Innsbruck – Am 15. November hat sie ihre Pforten für die Winter-Saison 2022/23 geöffnet: die Notschlafstelle des Roten Kreuzes in der Richard-Berger-Straße in Innsbruck. Das niederschwellige Angebot bietet Männern und Frauen zwischen 18 Uhr und 8 Uhr insgesamt 20 Schlafplätze – die bis spätestens 23 Uhr bezogen werden müssen. „Bereits am ersten Tag haben wir 50 Klientinnen und Klienten vor dem Haus gehabt“, erinnert sich die Leiterin der Einrichtung, Ines Obser. Damit mussten also 30 Personen abgewiesen werden.

Menschen nicht aufnehmen zu können, steht seit der Eröffnung für Obser und die 14 Mitarbeiterinnen und Mitarbeiter an der Tagesordnung. „Wir sind bisher an jedem Tag zu 100 Prozent ausgelastet und haben täglich im Schnitt mindestens zehn Menschen abweisen müssen“, sagt Obser. Für einen Schlafplatz gilt das Prinzip „Wer zuerst kommt, mahlt zuerst“. Sieben Fixbetten stehen Menschen zur Verfügung, die einer Arbeit nachgehen, weitere Betten sind für psychisch auffällige Personen je nach Bedarf reserviert. „Und diese werden immer mehr“, berichtet die Leiterin der Einrichtung. Wer keinen Platz bekommt, muss schweren Herzens verschickt werden – nicht ohne die Menschen mit warmen Decken auszustatten und mit Tee zu versorgen. „Diese Klientinnen und Klienten schlafen dann in Unterführungen und Garagen“, sagt Obser. Und versuchen am nächsten Tag erneut ihr Glück.
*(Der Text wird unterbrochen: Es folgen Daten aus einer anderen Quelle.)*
from __future__ import annotations

import importlib.util
import math
import re
import sys
from pathlib import Path

import ase.io
import numpy as np
import pytest
from ase.io.cif import parse_cif

ROOT = Path(__file__).resolve().parent.parent
STRUCTURES = ROOT / "structures"
SYMPREC = 1e-3


def _load_builder():
    spec = importlib.util.spec_from_file_location("build_structures", STRUCTURES / "build_structures.py")
    module = importlib.util.module_from_spec(spec)
    sys.modules["build_structures"] = module  # dataclasses need the module registered
    spec.loader.exec_module(module)
    return module


builder = _load_builder()

# file -> (space-group number, atoms per conventional cell, centre (fractional),
#          Wyckoff of the centres "mult+letter", spglib site-symmetry symbol of the centre)
CRYSTALS = {
    # calcite R-3c, CO3 on 6a (32): ITA No. 167; Graf, Am. Mineral. 46, 1283 (1961) (from memory)
    "calcite.cif": (167, 30, (0, 0, 0.25), "6a", "32"),
    # naphthalene P2_1/c, Z = 2, molecules on -1 (2a): ITA No. 14; Cruickshank,
    # Acta Cryst. 10, 504 (1957) (from memory)
    "naphthalene_P21a.cif": (14, 36, (0, 0, 0), "2a", "-1"),
    "naphthalene_P21c.cif": (14, 36, (0, 0, 0), "2a", "-1"),
    "naphthalene_P21n.cif": (14, 36, (0, 0, 0), "2a", "-1"),
    # ordered C60, Pa-3, molecules on 4a (-3), 240 C: David et al., Nature 353, 147 (1991)
    # (from memory); ITA No. 205
    "c60_ordered_Pa-3.cif": (205, 240, (0, 0, 0), "4a", ".-3."),
    # fcc C60 one-orientation model, Fm-3, site m-3 (Th): ITA No. 202; a from Heiney et al.,
    # Phys. Rev. Lett. 66, 2911 (1991) (from memory)
    "c60_fcc_Fm-3.cif": (202, 240, (0, 0, 0), "4a", "m-3."),
    # fcc C60 merohedral-disorder model, Fm-3m, site m-3m: ITA No. 225; Heiney et al. (1991)
    "c60_fcc_Fm-3m_disordered.cif": (225, 480, (0, 0, 0), "4a", "m-3m"),
    # diamond Fd-3m, C on 8a (-43m): ITA No. 227 (origin choice 1)
    "diamond.cif": (227, 8, (0, 0, 0), "8a", "-43m"),
    # NH4Cl ordered P-43m / disordered Pm-3m, N on 1a: Levy & Peterson, Phys. Rev. 86, 766
    # (1952) (from memory); ITA No. 215 and No. 221
    "nh4cl_ordered_P-43m.cif": (215, 6, (0, 0, 0), "1a", "-43m"),
    "nh4cl_disordered_Pm-3m.cif": (221, 10, (0, 0, 0), "1a", "m-3m"),
    # alpha-N2 and CO2, Pa-3, molecules on 4a (-3): Jordan et al., J. Chem. Phys. 41, 756
    # (1964); Simon & Peters, Acta Cryst. B36, 2750 (1980) (both from memory); ITA No. 205
    "alpha_N2_Pa-3.cif": (205, 8, (0, 0, 0), "4a", ".-3."),
    "co2_Pa-3.cif": (205, 12, (0, 0, 0), "4a", ".-3."),
}


def _read(name: str):
    return ase.io.read(STRUCTURES / name)


def _dataset(atoms, extra=None):
    frac = atoms.get_scaled_positions(wrap=True)
    numbers = list(atoms.numbers)
    if extra is not None:
        frac = np.vstack([frac, extra])
        numbers += [0] * len(extra)  # dummy species at the molecule centres
    return builder.symmetry_dataset((np.array(atoms.cell), frac, numbers), symprec=SYMPREC)


def _cif_sites(name: str) -> list[dict[str, str]]:
    block = next(iter(parse_cif(str(STRUCTURES / name))))
    labels = block["_atom_site_label"]
    return [
        {
            "label": labels[i],
            "mult": str(block["_atom_site_symmetry_multiplicity"][i]),
            "letter": block["_atom_site_wyckoff_symbol"][i],
        }
        for i in range(len(labels))
    ]


@pytest.mark.parametrize("name", sorted(CRYSTALS))
def test_space_group_and_atom_count(name):
    number, natoms, *_ = CRYSTALS[name]  # sources: see CRYSTALS
    atoms = _read(name)
    assert len(atoms) == natoms
    assert _dataset(atoms).number == number


@pytest.mark.parametrize("name", sorted(CRYSTALS))
def test_molecule_centre_wyckoff(name):
    number, _, centre, wyckoff, site_symmetry = CRYSTALS[name]  # sources: see CRYSTALS
    atoms = _read(name)
    block = next(iter(parse_cif(str(STRUCTURES / name))))
    ops = tuple(block["_space_group_symop_operation_xyz"])
    centres = builder.orbit(np.array(centre, dtype=float), ops)
    ds = _dataset(atoms, centres)
    assert ds.number == number  # the centres are an orbit: adding them keeps the group
    assert f"{len(centres)}{ds.wyckoffs[len(atoms)]}" == wyckoff
    assert ds.site_symmetry_symbols[len(atoms)] == site_symmetry


@pytest.mark.parametrize("name", sorted(CRYSTALS))
def test_every_site_has_the_wyckoff_letter_the_file_claims(name):
    # claims in the file follow ITA; spglib standardises to the same settings here
    atoms = _read(name)
    ds = _dataset(atoms)
    kinds = atoms.arrays["spacegroup_kinds"]
    for k, site in enumerate(_cif_sites(name)):
        idx = np.nonzero(kinds == k)[0]
        assert str(len(idx)) == site["mult"], site["label"]
        assert {ds.wyckoffs[i] for i in idx} == {site["letter"]}, site["label"]


@pytest.mark.parametrize("name", sorted(CRYSTALS))
def test_cif_carries_symmetry_operations_and_asymmetric_unit(name):
    block = next(iter(parse_cif(str(STRUCTURES / name))))
    ops = block["_space_group_symop_operation_xyz"]
    atoms = _read(name)
    # the full list of operations (centring included) equals the group order per cell
    assert len(ops) == len(_dataset(atoms).rotations)
    assert len(block["_atom_site_label"]) < len(atoms) or len(atoms) == 1


@pytest.mark.parametrize("name", sorted(CRYSTALS))
def test_header_names_generator_and_source(name):
    head = (STRUCTURES / name).read_text().split("data_")[0]
    assert "Generated by structures/build_structures.py" in head
    assert "Source:" in head
    assert all(line.startswith("#") for line in head.strip().splitlines())


def test_ase_keeps_atom_order():
    # the file read back equals the generator's crystal() expansion atom by atom
    for spec in builder.all_crystal_specs():
        assert builder._same_structure(builder.build_atoms(spec), _read(spec.filename)), spec.filename


_NUMBER = re.compile(r"[-+]?(?:\d+\.\d*|\.\d+|\d+)(?:[eE][-+]?\d+)?")


def _tokens(text: str) -> tuple[list[str], list[float]]:
    """Split text into its words (numbers replaced by a marker) and its numbers, parsed."""
    numbers = [float(m) for m in _NUMBER.findall(text)]
    return _NUMBER.sub("#", text).split(), numbers


def test_bundled_files_are_up_to_date():
    # Compare parsed numbers with a tolerance, not float printing: numpy and ase versions print
    # the last digit of a float differently (common practice).
    for rel, text in builder.build_all(write=False).items():
        words_disk, numbers_disk = _tokens((STRUCTURES / rel).read_text())
        words_new, numbers_new = _tokens(text)
        assert words_disk == words_new, rel
        assert numbers_disk == pytest.approx(numbers_new, rel=1e-9, abs=1e-9), rel


def test_calcite_geometry():
    # Graf, Am. Mineral. 46, 1283 (1961): a = 4.9896, c = 17.061 A; C-O = x a = 1.282 A
    # with x = 0.2570 (from memory)
    atoms = _read("calcite.cif")
    a, _, c, *_ = atoms.cell.cellpar()
    assert a == pytest.approx(4.9896) and c == pytest.approx(17.061)
    d = atoms.get_all_distances(mic=True)
    c_idx = [i for i, s in enumerate(atoms.symbols) if s == "C"]
    o_idx = [i for i, s in enumerate(atoms.symbols) if s == "O"]
    assert d[np.ix_(c_idx, o_idx)].min() == pytest.approx(1.2823, abs=1e-3)


@pytest.mark.parametrize(("name", "fmt"), [("calcite.vasp", "vasp"), ("calcite.extxyz", "extxyz")])
def test_calcite_copies_match_cif(name, fmt):
    cif = _read("calcite.cif")
    other = ase.io.read(STRUCTURES / name, format=fmt)
    assert builder._same_structure(cif, other)
    assert _dataset(other).number == 167  # ITA No. 167, R-3c
    assert "build_structures.py" in (STRUCTURES / name).read_text().splitlines()[0 if fmt == "vasp" else 1]


def test_naphthalene_three_settings_are_one_crystal():
    # Cell of Cruickshank (1957), beta = 122.92 deg, V = a b c sin(beta) (from memory)
    volumes, counts = [], []
    for name in ("naphthalene_P21a.cif", "naphthalene_P21c.cif", "naphthalene_P21n.cif"):
        ds = _dataset(_read(name))
        volumes.append(abs(np.linalg.det(ds.std_lattice)))
        counts.append(len(ds.std_types))
    v = 8.235 * 6.003 * 8.658 * math.sin(math.radians(122.92))
    assert volumes == pytest.approx([v] * 3, rel=1e-6)
    assert counts == [36, 36, 36]
    ref = _read("naphthalene_P21a.cif")
    for name, m in (
        ("naphthalene_P21c.cif", builder.P21A_TO_P21C),
        ("naphthalene_P21n.cif", builder.P21C_TO_P21N @ builder.P21A_TO_P21C),
    ):
        other = _read(name)
        frac = other.get_scaled_positions() @ m
        assert builder.same_point_set(
            list(ref.symbols), ref.get_scaled_positions(), list(other.symbols), frac, tol=2e-5
        )
        # a wrong transformation must not pass
        assert not builder.same_point_set(
            list(ref.symbols), ref.get_scaled_positions(), list(other.symbols), other.get_scaled_positions()
        )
Zumindest habe der verhältnismäßig milde Winter etwas dazu beigetragen, dass nicht noch mehr Menschen jeden Abend abgewiesen werden mussten, so Ines Obser. Denn gewisse Klientinnen und Klienten würden erst dann kommen, wenn die Temperaturen so richtig frostig und eisig in den Nächten werden. Obser würde sich nicht nur eine deutliche Aufstockung der Bettenkapazitäten, sondern auch den Übergang zu einem Ganzjahresbetrieb wünschen. Es bestehe dringend Bedarf. Aktuell endet der Betrieb der Notschlafstelle für diesen Winter mit 15. April.

Nicht nur die Einrichtung des Roten Kreuzes, auch die Teestube des Vereins für Obdachlose war diesen Winter wieder eine gefragte Anlaufstelle für Menschen ohne feste Bleibe. „Es ist viel los. Im Schnitt haben wir 120 Leute pro Tag in der Teestube“, berichtet Michael Hennermann, Geschäftsführer vom Verein für Obdachlose. Grundsätzlich mache es keinen Unterschied, wann im Jahr man auf der Straße lebt. „Obdachlos ist obdachlos. Das ist im Sommer genauso hart wie im Winter“, meint er. Einziger „Vorteil“ in den warmen Monaten oder milden Wintern ist es, dass die Temperaturen nicht gleich so lebensbedrohlich seien.